At those hearings, concerns were voiced that catch rates had declined substantially since 1981, generally recognized as the last good fishing year for flounder. Independent research sampling verified the declining population observed by fishermen in Niantic.
“There is no evidence to suggest that the decline is catastrophic,” Jones said. “We were concerned enough with the present trend, however, to recommend that the fishery on the spawning grounds be closed to maximize egg production and eventual recruitment to the spawning stock. The closure is simply intended to provide greater assurance that the fishery will return to its former condition in coming years.

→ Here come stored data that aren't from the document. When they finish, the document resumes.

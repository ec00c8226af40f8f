#pragma once
// Each subcommand lives in its own file (cmd_NAME.cpp) and registers itself on the parser with
// add_NAME_command(). The action it stores runs after parsing succeeds and returns an exit code.

#include <CLI/CLI.hpp>
#include <functional>

namespace sheetmill::app {

using Action = std::function<int()>;

// The options every command shares.
struct GlobalOptions {
  bool verbose = false;
  bool quiet = false;
};

void add_render_command(CLI::App& app, Action& action, const GlobalOptions& global);
void add_check_command(CLI::App& app, Action& action, const GlobalOptions& global);
void add_symbols_command(CLI::App& app, Action& action, const GlobalOptions& global);
void add_relief_commands(CLI::App& app, Action& action, const GlobalOptions& global);
void add_contours_command(CLI::App& app, Action& action, const GlobalOptions& global);
void add_declination_command(CLI::App& app, Action& action, const GlobalOptions& global);
void add_index_command(CLI::App& app, Action& action, const GlobalOptions& global);
void add_batch_command(CLI::App& app, Action& action, const GlobalOptions& global);
void add_exhibit_command(CLI::App& app, Action& action, const GlobalOptions& global);
void add_demo_area_command(CLI::App& app, Action& action, const GlobalOptions& global);
void add_accuracy_command(CLI::App& app, Action& action, const GlobalOptions& global);

}  // namespace sheetmill::app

“While lower than usual,” Jones observed, “catches in other areas have not declined as noticeably as they have in the Niantic, Environmental conditions, such as the absence of submerged aquatic vegetation in some areas which previously supported such vegetation, may have been a factor in the decline. This is a subject we intend to consider very carefully in the future, in cooperation with interested local officials, scientists and other concerned citizens.”